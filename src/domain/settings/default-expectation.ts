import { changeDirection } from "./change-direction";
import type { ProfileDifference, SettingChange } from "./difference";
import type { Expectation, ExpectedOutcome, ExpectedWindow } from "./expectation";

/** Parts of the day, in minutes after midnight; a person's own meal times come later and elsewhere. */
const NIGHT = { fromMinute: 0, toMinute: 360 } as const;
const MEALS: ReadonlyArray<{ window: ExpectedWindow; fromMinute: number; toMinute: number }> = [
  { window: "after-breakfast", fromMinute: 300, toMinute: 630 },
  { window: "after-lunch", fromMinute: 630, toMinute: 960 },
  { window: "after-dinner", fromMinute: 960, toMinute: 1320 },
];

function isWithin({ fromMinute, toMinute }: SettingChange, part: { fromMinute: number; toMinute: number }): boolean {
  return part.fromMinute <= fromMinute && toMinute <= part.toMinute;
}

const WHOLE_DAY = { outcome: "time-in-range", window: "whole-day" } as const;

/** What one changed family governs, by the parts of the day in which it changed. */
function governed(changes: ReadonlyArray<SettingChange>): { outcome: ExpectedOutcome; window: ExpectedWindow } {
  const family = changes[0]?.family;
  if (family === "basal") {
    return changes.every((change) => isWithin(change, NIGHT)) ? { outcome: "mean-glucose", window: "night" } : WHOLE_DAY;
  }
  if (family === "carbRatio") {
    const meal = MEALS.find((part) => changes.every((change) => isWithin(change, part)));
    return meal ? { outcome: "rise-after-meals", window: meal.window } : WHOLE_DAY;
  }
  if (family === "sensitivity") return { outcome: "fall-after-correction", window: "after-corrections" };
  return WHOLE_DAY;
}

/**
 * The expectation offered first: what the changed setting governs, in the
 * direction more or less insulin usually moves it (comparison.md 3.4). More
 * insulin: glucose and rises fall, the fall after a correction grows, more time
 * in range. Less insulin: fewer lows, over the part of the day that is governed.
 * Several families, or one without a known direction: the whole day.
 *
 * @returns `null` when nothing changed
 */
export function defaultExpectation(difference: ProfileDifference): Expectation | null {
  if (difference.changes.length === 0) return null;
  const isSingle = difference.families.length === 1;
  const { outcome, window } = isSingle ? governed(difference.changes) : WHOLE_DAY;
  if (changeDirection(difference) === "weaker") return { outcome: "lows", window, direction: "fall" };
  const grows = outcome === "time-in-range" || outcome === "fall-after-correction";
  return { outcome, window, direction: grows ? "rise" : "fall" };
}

•••

The listing is to be retyped in full, exactly as shown.

filename src/domain/settings/default-expectation.ts
import { changeDirection } from "./change-direction";
import type { ProfileDifference, SettingChange } from "./difference";
import type { Expectation, ExpectedOutcome, ExpectedWindow } from "./expectation";

/** Parts of the day, in minutes after midnight; a person's own meal times come later and elsewhere. */
const NIGHT = { fromMinute: 0, toMinute: 360 } as const;
const MEALS: ReadonlyArray<{ window: ExpectedWindow; fromMinute: number; toMinute: number }> = [
  { window: "after-breakfast", fromMinute: 300, toMinute: 630 },
  { window: "after-lunch", fromMinute: 630, toMinute: 960 },
  { window: "after-dinner", fromMinute: 960, toMinute: 1320 },
];

function isWithin({ fromMinute, toMinute }: SettingChange, part: { fromMinute: number; toMinute: number }): boolean {
  return part.fromMinute <= fromMinute && toMinute <= part.toMinute;
}

const WHOLE_DAY = { outcome: "time-in-range", window: "whole-day" } as const;

/** What one changed family governs, by the parts of the day in which it changed. */
function governed(changes: ReadonlyArray<SettingChange>): { outcome: ExpectedOutcome; window: ExpectedWindow } {
  const family = changes[0]?.family;
  if (family === "basal") {
    return changes.every((change) => isWithin(change, NIGHT)) ? { outcome: "mean-glucose", window: "night" } : WHOLE_DAY;
  }
  if (family === "carbRatio") {
    const meal = MEALS.find((part) => changes.every((change) => isWithin(change, part)));
    return meal ? { outcome: "rise-after-meals", window: meal.window } : WHOLE_DAY;
  }
  if (family === "sensitivity") return { outcome: "fall-after-correction", window: "after-corrections" };
  return WHOLE_DAY;
}

/**
 * The expectation offered first: what the changed setting governs, in the
 * direction more or less insulin usually moves it (comparison.md 3.4). More
 * insulin: glucose and rises fall, the fall after a correction grows, more time
 * in range. Less insulin: fewer lows, over the part of the day that is governed.
 * Several families, or one without a known direction: the whole day.
 *
 * @returns `null` when nothing changed
 */
export function defaultExpectation(difference: ProfileDifference): Expectation | null {
  if (difference.changes.length === 0) return null;
  const isSingle = difference.families.length === 1;
  const { outcome, window } = isSingle ? governed(difference.changes) : WHOLE_DAY;
  if (changeDirection(difference) === "weaker") return { outcome: "lows", window, direction: "fall" };
  const grows = outcome === "time-in-range" || outcome === "fall-after-correction";
  return { outcome, window, direction: grows ? "rise" : "fall" };
}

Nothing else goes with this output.